Backed by €50 million over 5 years from the Swedish government, the VINNMER program made its first grants last fall. The grants can be used to pay for housing, childcare, spousal support, and travel, as well as part of the scientist’s salary. Indeed, aside from the requirement to move, there are few limits on how the grant money can be spent. “We don’t want as a funding agency to … tell them that ‘this is what you should do,’ ” says program manager Thomas Torounidis. “The female researcher certainly knows what she wants to do and what will benefit her.”

Among the first recipients was Frauke Ecke, a landscape ecologist. A German citizen, Ecke went to Sweden as an undergraduate because she preferred the style of education there. As a doctoral student at Luleå University of Technology, she was tenacious, earning her degree in 4 years despite giving birth to two children during that time and struggling with perilous funding problems. In 2004, she got a 1-year postdoctoral position at the International Institute for Applied Systems Analysis in Austria. Then she returned to Luleå as an assistant professor. Her young family followed her with each move.

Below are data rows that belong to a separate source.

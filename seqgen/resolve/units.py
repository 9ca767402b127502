"""Units at the edge: text like "2.5 ms" or "4 G/cm" -> SI float plus dimension.

Unit names are parsed by pint (a well-kept units library) once per distinct
unit text and cached; inside seqgen every quantity is a float in SI base units
with a small dimension vector, which keeps resolution fast and exact about
dimensions.
"""

from __future__ import annotations

import math
import os
import re
import sys
import threading
from dataclasses import dataclass
from functools import lru_cache
from pathlib import Path

from ..textfmt import fmt_si

_UREG = None
_UREG_LOCK = threading.Lock()


def _cache_folder() -> Path | None:
    """Where pint keeps its parsed definitions between runs: a per-user cache folder ($XDG_CACHE_HOME, else
    ~/.cache), per Python version (the files are pickles); None (no cache) when it cannot be written."""
    try:
        base = os.environ.get("XDG_CACHE_HOME", "")
        root = Path(base) if os.path.isabs(base) else Path.home() / ".cache"
        folder = root / "seqgen" / f"pint-py{sys.version_info[0]}.{sys.version_info[1]}"
        folder.mkdir(parents=True, exist_ok=True)
    except (OSError, RuntimeError):  # RuntimeError: no home folder to be found
        return None
    return folder if os.access(folder, os.W_OK | os.X_OK) else None


def _new_registry():
    import pint  # here, not at the head: commands that parse no unit never load pint

    folder = _cache_folder()
    if folder is not None:
        try:  # building the registry from pint's text definitions takes ~0.1 s; its own cache skips that
            return pint.UnitRegistry(autoconvert_offset_to_baseunit=False, cache_folder=folder)
        except Exception:  # a cache file cut short (a killed run, a concurrent first write): drop it, build anew
            for stale in (*folder.glob("*.pickle"), *folder.glob("*.json")):
                try:
                    stale.unlink()
                except OSError:
                    pass
    return pint.UnitRegistry(autoconvert_offset_to_baseunit=False)


def _ureg():
    """The one pint registry of the process, built on first use."""
    global _UREG
    if _UREG is None:
        with _UREG_LOCK:
            if _UREG is None:
                ureg = _new_registry()
                # pint's gauss belongs to the Gaussian-CGS system (square-root dimensions); labs
                # mean the SI-compatible 1 G = 1e-4 T, so every G / gauss word is mapped to it.
                ureg.define("labgauss = 1e-4 * tesla = LabG")
                _UREG = ureg
    return _UREG


_GAUSS_WORD = re.compile(r"\b(da|[yzafpnumcdhkMGTP])?(G|gauss|Gs)\b")
_BASE = ("[length]", "[mass]", "[time]", "[current]", "[temperature]", "[substance]", "[luminosity]")
_SYMBOL = ("m", "kg", "s", "A", "K", "mol", "cd")

Dims = tuple  # 7 exponents, floats


DIMENSIONLESS: Dims = (0.0,) * 7


@dataclass(frozen=True)
class Qty:
    """A value in SI base units with its dimension exponents."""

    value: float
    dims: Dims = DIMENSIONLESS

    def __str__(self) -> str:
        return format_qty(self)


class UnitError(ValueError):
    pass


# ----------------------------------------------------------------------------- pint's answers, kept on disk
# Loading pint costs about 0.15 s, more than a whole check of a small file. Each unit text's answer (SI factor,
# dimension) is written to a per-user cache file the first time pint gives it; a later run reads the answers it
# needs from there and loads pint only for a text it has never seen. The answers are pint's own, never a
# hand-written table. The file is named by what they depend on: this module's source (the gauss word, the
# text clean-up), pint's installed files and the Python version; an upgrade of either starts a new file.
_ANSWERS_MAX = 4096  # unit texts kept: a few hundred kB at most
_ANSWERS: dict | None = None
_ANSWERS_LOCK = threading.Lock()


@lru_cache(maxsize=1)
def _answers_file() -> Path | None:
    """The cache file for this module and this pint, or None (no folder to write, pint not installed)."""
    from importlib.util import find_spec
    import hashlib

    from ..physics import stored

    try:
        spec = find_spec("pint")
        if spec is None or not spec.origin:
            return None
        pint_dir = Path(spec.origin).parent
        h = hashlib.sha256(f"{sys.version}|{pint_dir}".encode())
        h.update(Path(__file__).read_bytes())
        for name in ("__init__.py", "default_en.txt", "constants_en.txt", "registry.py"):
            st = (pint_dir / name).stat()
            h.update(f"|{name}:{st.st_size}:{st.st_mtime_ns}".encode())
    except (OSError, ValueError, ImportError):
        return None
    where = stored.folder("units")
    return None if where is None else where / f"answers-{h.hexdigest()[:32]}.json"


def _read_answers(path: Path) -> dict:
    """The answers in `path` ({text: (factor, dims)}); empty when the file is missing, cut short or not ours."""
    import json

    try:
        doc = json.loads(path.read_text(encoding="utf-8"))
        return {text: (float(factor), tuple(float(d) for d in dims)) for text, (factor, dims) in doc.items()
                if isinstance(text, str) and len(dims) == 7}
    except (OSError, ValueError, TypeError, AttributeError):
        return {}


def _known_answers() -> dict:
    global _ANSWERS
    if _ANSWERS is None:
        with _ANSWERS_LOCK:
            if _ANSWERS is None:
                path = _answers_file()
                _ANSWERS = _read_answers(path) if path is not None else {}
    return _ANSWERS


def _keep_answer(text: str, answer: tuple[float, Dims]) -> None:
    """Add one answer of pint's to the cache file (merged with what another process may have written since;
    written under a temporary name and renamed, so a reader never sees half a file)."""
    from ..physics import stored

    path = _answers_file()
    if path is None:
        return
    with _ANSWERS_LOCK:
        merged = _read_answers(path)
        merged.update(_ANSWERS or {})
        merged[text] = answer
        if len(merged) > _ANSWERS_MAX:
            return
        if not stored.replace_json(path, {t: [f, list(d)] for t, (f, d) in sorted(merged.items())}):
            return
    stored.prune(path.parent, keep=4, pattern="answers-*.json")  # files of earlier pint or seqgen versions
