"""Completion for sequence and rig files: schema keys and action names, rig names, block names, params, math
functions and units that fit the key.

`completions(text, path, line, character)` reads the cursor's place with `context.cursor_at` (any text, broken
or half typed) and offers what the schema and the document's world (its rig, the files it uses) allow there.
A param's value is offered the units of the dimension its uses need (`param_unit`).
"""

from __future__ import annotations

import re
from functools import lru_cache
from pathlib import Path

from .context import (
    BLOCK_FIELDS, NAME_FIELDS, Cursor, RigInfo, cursor_at, deref, description, is_rig_text, names, outline, owner_of,
    properties, read_small, rig_info, rig_path, schema_at, schema_for, strip_comment, used_file, wiring_lines,
)
from .features import Completion

# the names an expression may call or use besides params (seqgen.resolve.expr evaluates them)
FUNCTIONS = (
    ("pi", "constant", "pi = 3.14159..."),
    ("sqrt", "function", "square root (halves the dimension)"),
    ("exp", "function", "exponential of a plain number"),
    ("log", "function", "natural logarithm of a plain number"),
    ("log10", "function", "base-10 logarithm of a plain number"),
    ("sin", "function", "sine of an angle in radians"),
    ("cos", "function", "cosine of an angle in radians"),
    ("tan", "function", "tangent of an angle in radians"),
    ("abs", "function", "absolute value"),
    ("min", "function", "smallest of its arguments (one dimension)"),
    ("max", "function", "largest of its arguments (one dimension)"),
)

In spring of 2007, she applied for the VINNMER Program. The application was different from any other Ecke had ever written because it focused on her. “I really had to be more selfish and write, ‘What do I want in the future?’ ” she says. She won the grant last September, and just before Christmas she moved her family to Uppsala, where she’s now conducting research at the Swedish University of Agricultural Sciences on how mining affects ecosystems.

Ecke says the grant has allowed her and her family some stability, even with the requirement to move. Since they were able to stay in Sweden, her children have made new friends easily. She says she’ll only pursue her career if she can make it work for her family–and, she says, “to accomplish that is not easy, not even in Sweden.”

Unusual paths

VINNMER and the Austrian Science Fund grants focus on women who are striving for senior scientist positions, in contrast to other programs that focus more on keeping women from dropping out of science altogether. Even so, the programs recognize that even the most promising and ambitious women often follow unusual paths.

Shohreh Maleki, now a Swedish citizen, was born and raised in Iran, earned a doctorate in cell biology in England in 1982, then returned to Iran in time to see her country devastated by the Iran-Iraq War. She also saw her career reduced to ashes as she struggled against sexism in the Iranian scientific establishment.

In 1988, she decided to seek a fresh start in science by going to Sweden to pursue another Ph.D., in genetic toxicology, this one at Stockholm University. After graduating, she landed a postdoc at the Memorial Sloan-Kettering Cancer Center in New York, then returned to Sweden, to the Karolinska Institute, as a research fellow.